Size measures are actually morally neutral. Marketing pressures may teach you that they are important, but I don’t know of any religion which has commandments about body size.
Different RTW and pattern companies use different size numbers, so choose pattern size by body measurements. Measurements are just a tool – you can keep your measures secret, but knowing what they are is essential for choosing patterns that are comfortable and a good starting point for fit improvements.
Simplicity patterns go up to 50″ bust, Butterick, McCall’s up to 54″ bust.
Many indie pattern designers are extending their size range, so it’s possible to look good and current at many sizes. Muna and Broad patterns go up to 71″ hip, and they offer to grade up for larger sizes (look at their instagram hash tags for happy larger ladies 😀 ).

Body shape : Ready-To-Wear necessarily has to make clothes only for ‘average’ body shapes. Pattern makers have to start that way too. At least when you make your own clothes you can work towards getting clothes that work well for your body whatever shape you are. Getting a perfect fit can be a long-term process for people whose bodies are not ‘average’, but even something relatively simple such as using different sizes for your upper and lower body, or changing lengths, can make a dramatic difference to how well your clothes work for you.
There are many fitting methods, and you may have to explore to find the ones which work best for you (here’s a post with some suggestions).

Some pattern companies give more help with fit.
A drafting ruler (metric) can deal with the main changes from average.
Sure-Fit Designs provides master patterns which make it quite easy to make simple changes to fit, with many supporting posts and videos.
Fit For Art have 3 basic patterns which include extensive help with fit.
Sew Liberated patterns Mindful Wardrobe and Curated by In the Folds patterns are subscription services which include fitting help.
Those are just some examples I have come across.
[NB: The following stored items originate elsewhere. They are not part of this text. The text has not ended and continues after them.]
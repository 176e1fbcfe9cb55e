import { expect, test, type Page } from "@playwright/test";
import { BenchPage } from "./pages/bench-page";
import { SignInPage } from "./pages/sign-in-page";

// Frame strain is sampled at 1 kHz (demo rig), so Nyquist is 500 Hz.
const CHANNEL = "hydraulic-press/env-node/frame-strain";

/** Signs in as an engineer, opens the channel's bench and adds a candidate (its editor open). */
async function newCandidate(page: Page): Promise<{ bench: BenchPage; candidate: string }> {
  await new SignInPage(page).signInAs("engineer");
  const bench = new BenchPage(page);
  await bench.open(CHANNEL);
  return { bench, candidate: await bench.addCandidate() };
}

test("an engineer cannot save while the editor holds a cutoff above Nyquist; a fixed value saves exactly what is shown", async ({ page }) => {
  test.setTimeout(90_000);
  const { bench, candidate } = await newCandidate(page);
  const save = bench.editor.getByRole("region", { name: "Save" });
  const button = save.getByRole("button", { name: "Save as a new set" });
  await expect(button).toBeEnabled();

  await bench.setNumber("Cutoff", 600);
  await expect(bench.editor.getByRole("alert").first()).toContainText("600");
  await expect(button).toBeDisabled();
  await expect(bench.editor.getByRole("status").filter({ hasText: "Not applied" })).toBeVisible();
  // The card still names the design that runs, not the refused value.
  await expect(bench.summary(candidate)).toHaveText("Butterworth LP 4 · 100 Hz");

  await bench.setNumber("Cutoff", 120);
  await expect(bench.summary(candidate)).toHaveText("Butterworth LP 4 · 120 Hz");
  await expect(button).toBeEnabled();
  const saved = await bench.saveAsNewSet(`Frame strain 120 Hz ${Date.now()}`, "Saved after a refused cutoff.");
  await expect(saved.getByRole("status")).toContainText("Saved as revision 1", { timeout: 20_000 });
  // The saved message holds only while the design shown is the one saved.
  await bench.setNumber("Cutoff", 130);
  await expect(saved.getByRole("status")).toContainText("The design changed after it was saved as revision 1; the one shown now is not saved.");
  await bench.setNumber("Cutoff", 120);
  await expect(saved.getByRole("status")).toContainText("Saved as revision 1");
  await saved.getByRole("link", { name: "Open the set" }).click();
  await expect(page.getByTestId("revision-stages").first()).toContainText("Butterworth LP 4 · 120 Hz");
});

test("pasted coefficients with a0 = 0 are refused beside the field, and nothing else runs or saves in their place", async ({ page }) => {
  test.setTimeout(90_000);
  const { bench, candidate } = await newCandidate(page);
  await bench.chooseKind("Pasted coefficients");
  await expect(bench.summary(candidate)).toHaveText("Pasted b/a · 3/1 coefficients");

  await bench.editor.getByLabel("a (denominator, empty for FIR)").fill("0, 1");
  await expect(bench.editor.getByRole("alert").filter({ hasText: "a0, must be nonzero" })).toBeVisible();
  await expect(bench.editor.getByRole("status").filter({ hasText: "Not applied" })).toBeVisible();
  await expect(bench.editor.getByRole("region", { name: "Save" }).getByRole("button", { name: "Save as a new set" })).toBeDisabled();
  await expect(bench.summary(candidate)).toHaveText("Pasted b/a · 3/1 coefficients");
});

test("a cutoff typed with a decimal comma is refused in plain words and never applied as another number", async ({ page }) => {
  test.setTimeout(90_000);
  const { bench, candidate } = await newCandidate(page);
  await bench.editor.getByLabel("Cutoff", { exact: false }).fill("12,5");
  await expect(bench.editor.getByRole("alert").filter({ hasText: "Write decimals with a point: 12.5, not 12,5." })).toBeVisible();
  await expect(bench.summary(candidate)).toHaveText("Butterworth LP 4 · 100 Hz");
  await expect(bench.editor.getByRole("region", { name: "Save" }).getByRole("button", { name: "Save as a new set" })).toBeDisabled();
  await bench.editor.getByLabel("Cutoff", { exact: false }).fill("12.5");
  await expect(bench.summary(candidate)).toHaveText("Butterworth LP 4 · 12.5 Hz");
});

test("a pasted integrator is flagged marginal in red, and the raw trace and its row stay readable while it diverges", async ({ page }) => {
  test.setTimeout(90_000);
  const { bench, candidate } = await newCandidate(page);
  await bench.chooseKind("Pasted coefficients");
  await bench.editor.getByLabel("b (numerator)").fill("1");
  await bench.editor.getByLabel("a (denominator, empty for FIR)").fill("1, -1");
  await expect(bench.summary(candidate)).toHaveText("Pasted b/a · 1/2 coefficients");
  const caution = bench.editor.locator("[data-caution=poles]");
  await expect(caution).toHaveAttribute("data-level", "danger");
  await expect(caution).toContainText("Marginally stable filter");
  await expect(page.getByTestId("comparison-table").locator(`[data-row="${candidate}"]`)).toContainText("Unstable or marginal");
  await bench.expectTraceMoving("raw");
  await page.screenshot({ path: test.info().outputPath("integrator.png"), fullPage: true });
});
There are several general posts and books which focus on how to get away from all the marketing-driven social pressure to be slim, and instead accept and celebrate your body whatever its size and shape.
Some suggestions from Imogen Lamport. Several of the courses linked in the post about on-line advisors have sections on body positivity. And there are several style books which focus on this, such as Anuschka Rees Beyond Beautiful.

– Do you know what flatters your body shape ? (if that is important to you!). Some of the courses linked in the post about on-line advisors include it.
– And how about exploring your best clothes colours (for over half the population, black is not good colour – look for colours that make your eyes shine and your skin look healthy) – see post about on-line advisors for some places to start.
– Or explore your hair shape – get some ideas from this flattering hair style post by Imogen Lamport.
– And consider your hair colour – another colour that needs to make your eyes and skin look good. Here’s a post from Imogen Lamport on the stages she has gone through to embracing her grey. Personally I got my first grey hairs when I was a student, so I’m lucky that I’ve always accepted it !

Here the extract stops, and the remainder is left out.